This is how you can set the storage argument when you instantiate the
BigML class:

.. code-block:: php

$api = new BigML\BigML([ "username" => "myusername",
"apiKey" => "my_api_key",
"storage" => "storage/data"]);

Or, more succinctly:

.. code-block:: php

$api = new BigML\BigML(["storage" => "storage/data"]);

if you have your environment set.

All resources will be created, updated, or retrieved in/from the chosen directory.

Virtual Private Clouds
----------------------

For Virtual Private Cloud setups, you can change the remote server domain:

.. code-block:: php

$api = new BigML\BigML([ "username" => "myusername",
"apiKey" => "my_api_key",
"domain" => "my_VPC.bigml.io",
"storage" => "storage/data"]);

NOTICE: BigML API used to provide a sandbox mode, also know as
development mode. This has been deprecated and is not supported in the
PHP binding anymore.
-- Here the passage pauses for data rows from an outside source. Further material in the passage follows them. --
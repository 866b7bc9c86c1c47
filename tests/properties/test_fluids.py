"""Tests of fvsolver.properties.fluids against chemicals 1.5.2, CoolProp 8.0.0 and NIST data."""
from __future__ import annotations

import warnings

import numpy as np
import pytest
from chemicals.critical import Pc as chemicals_pc
from chemicals.critical import Tc as chemicals_tc
from chemicals.dippr import EQ105
from chemicals.elements import molecular_weight, simple_formula_parser
from chemicals.heat_capacity import TRCCp, Cp_data_Poling, TRC_gas_data
from chemicals.identifiers import search_chemical
from chemicals.phase_change import Hvap_data_CRC
from chemicals.phase_change import Tb as chemicals_tb
from chemicals.vapor_pressure import Antoine, Psat_data_AntoinePoling
from chemicals.volume import rho_data_Perry_8E_105_l
from CoolProp.CoolProp import PropsSI

from fvsolver.errors import PropertyError
from fvsolver.properties.fluids import FLUIDS, AntoineEquation, PropertyRangeWarning, get_fluid

ALL = sorted(FLUIDS)
# Fluids with a reference equation of state in CoolProp 8.0.0.
COOLPROP_NAMES = {"diethyl ether": "DiethylEther", "n-pentane": "n-Pentane", "isopentane": "Isopentane",
                  "acetone": "Acetone"}
# Temperatures inside every range used below (device operation is roughly 280-320 K).
T_CHECK = np.array([273.15, 293.15, 308.15])


@pytest.mark.parametrize("name", ALL)
def test_saturation_pressure_vs_poling_antoine(name):
    # Reference: chemicals 1.5.2 Psat_data_AntoinePoling (Poling, Prausnitz & O'Connell, 5th ed., Appendix A;
    # the table's A is for log10(P/Pa), T in K) evaluated with chemicals.vapor_pressure.Antoine(base=10).
    # Published vapour-pressure sets spread by up to ~2 % for dichloromethane at 20-25 C, hence 2.5 %.
    fluid = get_fluid(name)
    row = Psat_data_AntoinePoling.loc[fluid.cas]
    reference = np.array([Antoine(t, row.A, row.B, row.C, base=10.0) for t in T_CHECK])
    np.testing.assert_allclose(fluid.saturation_pressure(T_CHECK), reference, rtol=2.5e-2)


@pytest.mark.parametrize("name", ALL)
def test_coefficients_transcribed_exactly(name):
    # The same published sets evaluated by chemicals 1.5.2 from its own tables: VDI PPDS vapour pressure
    # (Psat_data_VDI_PPDS_3 + vapor_pressure.Wagner), PPDS12 enthalpy (phase_change_data_VDI_PPDS_4 +
    # PPDS12, J/mol), PPDS10 density (rho_data_VDI_PPDS_2 + volume_VDI_PPDS, kg/m3), Perry's Table 2-153
    # (Cp_data_Perry_Table_153_100 + dippr.EQ100, J/(kmol K)) and Poling's Cpg at 298 K (J/(mol K)).
    from chemicals.dippr import EQ100
    from chemicals.heat_capacity import Cp_data_Perry_Table_153_100
    from chemicals.phase_change import PPDS12, phase_change_data_VDI_PPDS_4
    from chemicals.vapor_pressure import Psat_data_VDI_PPDS_3, Wagner
    from chemicals.volume import rho_data_VDI_PPDS_2, volume_VDI_PPDS

    fluid = get_fluid(name)
    ps, hv = Psat_data_VDI_PPDS_3.loc[fluid.cas], phase_change_data_VDI_PPDS_4.loc[fluid.cas]
    rho, cp = rho_data_VDI_PPDS_2.loc[fluid.cas], Cp_data_Perry_Table_153_100.loc[fluid.cas]
    assert (fluid.critical_temperature, fluid.critical_pressure) == (ps.Tc, ps.Pc)
    assert fluid.vapour_pressure.t_min == ps.Tm
    for t in (260.0, 290.0, 300.0):
        assert fluid.saturation_pressure(t) == pytest.approx(Wagner(t, ps.Tc, ps.Pc, ps.A, ps.B, ps.C, ps.D),
                                                             rel=1e-9)
        assert fluid.latent_heat(t) * fluid.molar_mass == pytest.approx(
            PPDS12(t, hv.Tc, hv.A, hv.B, hv.C, hv.D, hv.E), rel=1e-9)
        assert fluid.liquid_density(t) == pytest.approx(
            volume_VDI_PPDS(t, rho.Tc, rho.rhoc, rho.A, rho.B, rho.C, rho.D), rel=1e-9)
        assert fluid.liquid_heat_capacity(t) * fluid.molar_mass * 1e3 == pytest.approx(
            EQ100(t, cp.A, cp.B, cp.C, cp.D, cp.E), rel=1e-9)
    assert fluid.liquid_cp_range == (cp.Tmin, cp.Tmax)
    assert fluid.vapour_cp_298 == Cp_data_Poling.loc[fluid.cas, "Cpg"]


@pytest.mark.parametrize("name", sorted(COOLPROP_NAMES))
def test_saturation_pressure_vs_coolprop(name):
    # Reference: CoolProp 8.0.0 PropsSI('P','T',T,'Q',0,fluid) (reference equations of state).
    fluid = get_fluid(name)
    reference = np.array([PropsSI("P", "T", t, "Q", 0, COOLPROP_NAMES[name]) for t in T_CHECK])
    np.testing.assert_allclose(fluid.saturation_pressure(T_CHECK), reference, rtol=1e-2)


def test_dichloromethane_vs_nist_antoine():
    # Reference: NIST Chemistry WebBook, dichloromethane, Antoine parameters
    # log10(P/bar) = 4.53691 - 1327.016 / (T - 20.474), 233-313 K. That older fit lies ~1.4 % below the
    # VDI and Poling sets at 20-25 C (and puts the boiling point at 313.3 K).
    nist = AntoineEquation(4.53691, 1327.016, -20.474, 1.0e5, 233.0, 313.0)
    fluid = get_fluid("dichloromethane")
    np.testing.assert_allclose(fluid.saturation_pressure(T_CHECK), nist.pressure(T_CHECK), rtol=2e-2)


def test_antoine_equation_consistency():
    eq = AntoineEquation(4.53691, 1327.016, -20.474, 1.0e5, 233.0, 313.0)
    T = np.array([240.0, 280.0, 310.0])
    np.testing.assert_allclose(eq.temperature(eq.pressure(T)), T, rtol=1e-13)
    h = 1e-4
    numeric = (np.log(eq.pressure(T + h)) - np.log(eq.pressure(T - h))) / (2 * h)
    np.testing.assert_allclose(eq.dlnp_dT(T), numeric, rtol=1e-7)


@pytest.mark.parametrize("name", ALL)
def test_derivative_and_inverse(name):
    fluid = get_fluid(name)
    T = np.array([[250.0, 280.0], [300.0, 330.0]])
    h = 1e-4
    numeric = (fluid.saturation_pressure(T + h) - fluid.saturation_pressure(T - h)) / (2 * h)
    np.testing.assert_allclose(fluid.dsaturation_pressure_dT(T), numeric, rtol=1e-7)
    np.testing.assert_allclose(fluid.saturation_temperature(fluid.saturation_pressure(T)), T, rtol=1e-10)
    assert fluid.saturation_temperature(fluid.saturation_pressure(T)).shape == (2, 2)


@pytest.mark.parametrize("name", ALL)
def test_normal_boiling_point(name):
    # Reference: chemicals 1.5.2 phase_change.Tb(CAS, method='CRC_ORG') (CRC Handbook, organic constants).
    fluid = get_fluid(name)
    reference = chemicals_tb(fluid.cas, method="CRC_ORG")
    assert fluid.normal_boiling_point == reference
    assert fluid.saturation_temperature(101325.0) == pytest.approx(reference, abs=0.3)


def test_dichloromethane_boiling_point_window():
    # NIST WebBook lists 313.0 K, CRC 312.95 K for dichloromethane (via chemicals 1.5.2 Tb methods).
    assert 312.9 <= get_fluid("dichloromethane").saturation_temperature(101325.0) <= 313.2


@pytest.mark.parametrize("name", ALL)
def test_latent_heat_vs_crc(name):
    # Reference: chemicals 1.5.2 Hvap_data_CRC 'Hvap298' [J/mol] (CRC Handbook, enthalpy of vaporization).
    fluid = get_fluid(name)
    reference = Hvap_data_CRC.loc[fluid.cas, "Hvap298"]
    assert fluid.latent_heat(298.15) * fluid.molar_mass == pytest.approx(reference, rel=3e-2)


@pytest.mark.parametrize("name", sorted(COOLPROP_NAMES))
def test_latent_heat_density_and_heat_capacities_vs_coolprop(name):
    # Reference: CoolProp 8.0.0 saturated-state properties (H, D, C at Q = 0/1; CP0MOLAR ideal gas).
    fluid = get_fluid(name)
    cp_name = COOLPROP_NAMES[name]
    for t in T_CHECK:
        latent = PropsSI("H", "T", t, "Q", 1, cp_name) - PropsSI("H", "T", t, "Q", 0, cp_name)
        assert fluid.latent_heat(t) == pytest.approx(latent, rel=1e-2)
        assert fluid.liquid_density(t) == pytest.approx(PropsSI("D", "T", t, "Q", 0, cp_name), rel=1e-2)
        # Ideal-gas density of the saturated vapour: compressibility factor 0.95-0.99 here.
        assert fluid.saturated_vapour_density(t) == pytest.approx(PropsSI("D", "T", t, "Q", 1, cp_name), rel=6e-2)
    # Perry's DIPPR-100 fits deviate from the reference EOS by up to 1.5 % at 298 K (diethyl ether).
    cp_liquid = PropsSI("C", "T", 298.15, "Q", 0, cp_name)
    assert fluid.liquid_heat_capacity(298.15) == pytest.approx(cp_liquid, rel=2e-2)
    cp0 = PropsSI("CP0MOLAR", "T", 298.15, "Q", 1, cp_name) / PropsSI("M", cp_name)
    assert fluid.vapour_heat_capacity(298.15) == pytest.approx(cp0, rel=2e-2)


@pytest.mark.parametrize("name", ALL)
def test_liquid_density_vs_perry(name):
    # Reference: chemicals 1.5.2 rho_data_Perry_8E_105_l with chemicals.dippr.EQ105 [mol/m3]
    # (Perry's 8th ed. Table 2-32, DIPPR eq. 105), converted with the fluid's molar mass.
    fluid = get_fluid(name)
    row = rho_data_Perry_8E_105_l.loc[fluid.cas]
    reference = np.array([EQ105(t, row.C1, row.C2, row.C3, row.C4) for t in T_CHECK]) * fluid.molar_mass
    np.testing.assert_allclose(fluid.liquid_density(T_CHECK), reference, rtol=2e-2)


def test_dichloromethane_density_at_20c():
    # ~1327 kg/m3 at 20 C (CRC Handbook value 1.3266 g/cm3, from memory).
    assert get_fluid("dichloromethane").liquid_density(293.15) == pytest.approx(1327.0, rel=2e-3)


@pytest.mark.parametrize("name", ["dichloromethane", "methyl formate"])
def test_heat_capacities_without_coolprop_model(name):
    # References: chemicals 1.5.2 Cp_data_Poling 'Cpl' (liquid at 298 K, Poling 5th ed.) and
    # TRC_gas_data with TRCCp (TRC Thermodynamics of Organic Compounds in the Gas State), both J/(mol K).
    fluid = get_fluid(name)
    cpl = Cp_data_Poling.loc[fluid.cas, "Cpl"]
    assert fluid.liquid_heat_capacity(298.15) * fluid.molar_mass == pytest.approx(cpl, rel=3e-2)
    row = TRC_gas_data.loc[fluid.cas]
    cpg = TRCCp(298.15, *(row[key] for key in ("a0", "a1", "a2", "a3", "a4", "a5", "a6", "a7")))
    assert fluid.vapour_heat_capacity(298.15) * fluid.molar_mass == pytest.approx(cpg, rel=1e-2)


@pytest.mark.parametrize("name", ALL)
def test_molar_mass_and_critical_constants(name):
    # References: chemicals 1.5.2 identifiers.search_chemical(CAS).MW and elements.molecular_weight of the
    # formula [g/mol]; critical.Tc / critical.Pc default methods. Published Pc of dichloromethane ranges
    # 6.08-6.35 MPa (chemicals' methods), hence 5 % on Pc.
    fluid = get_fluid(name)
    assert fluid.molar_mass * 1e3 == pytest.approx(search_chemical(fluid.cas).MW, rel=1e-4)
    assert fluid.molar_mass * 1e3 == pytest.approx(molecular_weight(simple_formula_parser(fluid.formula)),
                                                   rel=1e-4)
    assert fluid.critical_temperature == pytest.approx(chemicals_tc(fluid.cas), rel=5e-3)
    assert fluid.critical_pressure == pytest.approx(chemicals_pc(fluid.cas), rel=5e-2)


def test_range_warning_fires_outside_and_not_inside():
    fluid = get_fluid("dichloromethane")
    with warnings.catch_warnings():
        warnings.simplefilter("error")
        fluid.saturation_pressure(T_CHECK)
        fluid.liquid_heat_capacity(300.0)
    with pytest.warns(PropertyRangeWarning, match=r"dichloromethane: saturation pressure .*T = 150.*178.05-510.05"):
        value = fluid.saturation_pressure(150.0)
    assert np.isfinite(value) and value > 0.0
    with pytest.warns(PropertyRangeWarning, match=r"liquid heat capacity .*T = 330.*180-320"):
        fluid.liquid_heat_capacity(330.0)
    with pytest.warns(PropertyRangeWarning, match="saturation temperature"):
        fluid.saturation_temperature(1.0)


def test_supercritical_and_invalid_inputs_raise():
    fluid = get_fluid("acetone")
    with pytest.raises(PropertyError, match="critical temperature 508.1"):
        fluid.saturation_pressure(520.0)
    with pytest.raises(PropertyError, match="critical pressure"):
        fluid.saturation_temperature(5e6)
    with pytest.raises(PropertyError, match="T = -5 K received"):
        fluid.latent_heat(-5.0)


def test_lookup_by_name_alias_and_cas():
    assert get_fluid("Dichloromethane") is FLUIDS["dichloromethane"]
    assert get_fluid("  METHYLENE CHLORIDE ") is FLUIDS["dichloromethane"]
    assert get_fluid("75-09-2") is FLUIDS["dichloromethane"]
    assert get_fluid("Pentane") is FLUIDS["n-pentane"]
    assert len(FLUIDS) >= 5
    with pytest.raises(TypeError):
        FLUIDS["water"] = FLUIDS["acetone"]  # type: ignore[index]


def test_unknown_fluid_lists_known_names():
    with pytest.raises(PropertyError) as info:
        get_fluid("unobtainium")
    message = str(info.value)
    assert "'unobtainium'" in message
    for name in FLUIDS:
        assert name in message
    with pytest.raises(PropertyError, match="expected a string"):
        get_fluid(42)  # type: ignore[arg-type]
To guarantee backward-compatibility, the BigML
class constructor still supports the specification of a ``dev_mode``
argument, but it is now ignored.

Projects and Organizations
--------------------------

When you instantiate the BigML class you can specify a project or
organization that the instance shall default to:

.. code-block:: php

$api = new BigML\BigML(["username" => "myusername",
"apiKey" => "my_api_key",
"project" => $projectID]);

$api = new BigML\BigML(["username" => "myusername",
"apiKey" => "my_api_key",
"organization" => $organization]);

When $project is set to a project ID and that project exists for an
organization, the user is considered to be working in an organization
project. The scope of the API requests will be limited to this project
and permissions should be previously given by the organization
administrator.

If the specified project does not belong to an organization but is a
project of the user's, then the scope of all API requests will be
limited to that project.

When $organization is set to an organization ID, the user is considered
to be working for an organization. The scope of the API requests will
be limited to the projects of the organization and permissions need to
be previously given by the organization administrator.

Quick Start
-----------

Imagine that you want to use `this csv
file `_ containing the `Iris
flower dataset `_ to
predict the species of a flower whose ``sepal length`` is ``5`` and
whose ``sepal width`` is ``2.5``. A preview of the dataset is shown
below. It has 4 numeric fields: ``sepal length``, ``sepal width``,
``petal length``, ``petal width`` and a categorical field: ``species``.
By default, BigML considers the last field in the dataset as the
objective field (i.e., the field that you want to generate predictions
for).

.. code-block:: php

sepal length,sepal width,petal length,petal width,species
5.1,3.5,1.4,0.2,Iris-setosa
4.9,3.0,1.4,0.2,Iris-setosa
4.7,3.2,1.3,0.2,Iris-setosa
...
5.8,2.7,3.9,1.2,Iris-versicolor
6.0,2.7,5.1,1.6,Iris-versicolor
5.4,3.0,4.5,1.5,Iris-versicolor
...
6.8,3.0,5.5,2.1,Iris-virginica
5.7,2.5,5.0,2.0,Iris-virginica
5.8,2.8,5.1,2.4,Iris-virginica

If your credentials are stored in the environment as mentioned above,
you can easily generate a prediction following these steps

.. code-block:: php

$api = new BigML\BigML();

$source = $api->create_source('./tests/data/iris.csv');
$dataset = $api->create_dataset($source);
$model = $api->create_model($dataset);
$prediction = $api->create_prediction($model, array('sepal length'=> 5, 'sepal width'=> 2.5));

then:

.. code-block:: php

$objective_field_name = $prediction->object->fields->{$prediction->object->objective_fields[0]}->name;

"petal width"

$value = $prediction->object->prediction->{$prediction->object->objective_fields[0]};

0.30455

$api->pprint($prediction);

petal width for {"sepal length":5,"sepal width":2.5} is 0.30455

also, you can generate an evaluation for the model by using

.. code-block:: php

$test_source = $api->create_source('./tests/data/iris.csv');
$test_dataset = $api->create_dataset($test_source);
$evaluation = $api->create_evaluation($model, $test_dataset);

Dataset
-------

If you want to get some basic statistics for each field you can retrieve
the fields from the dataset as follows to get a dictionary keyed by field id

.. code-block:: php

$dataset = $api->get_dataset($dataset);
print_r($api->get_fields($dataset))

The field filtering options are also available using a query string expression, for instance

.. code-block:: php

$dataset = $api->get_dataset($dataset, "limit=20")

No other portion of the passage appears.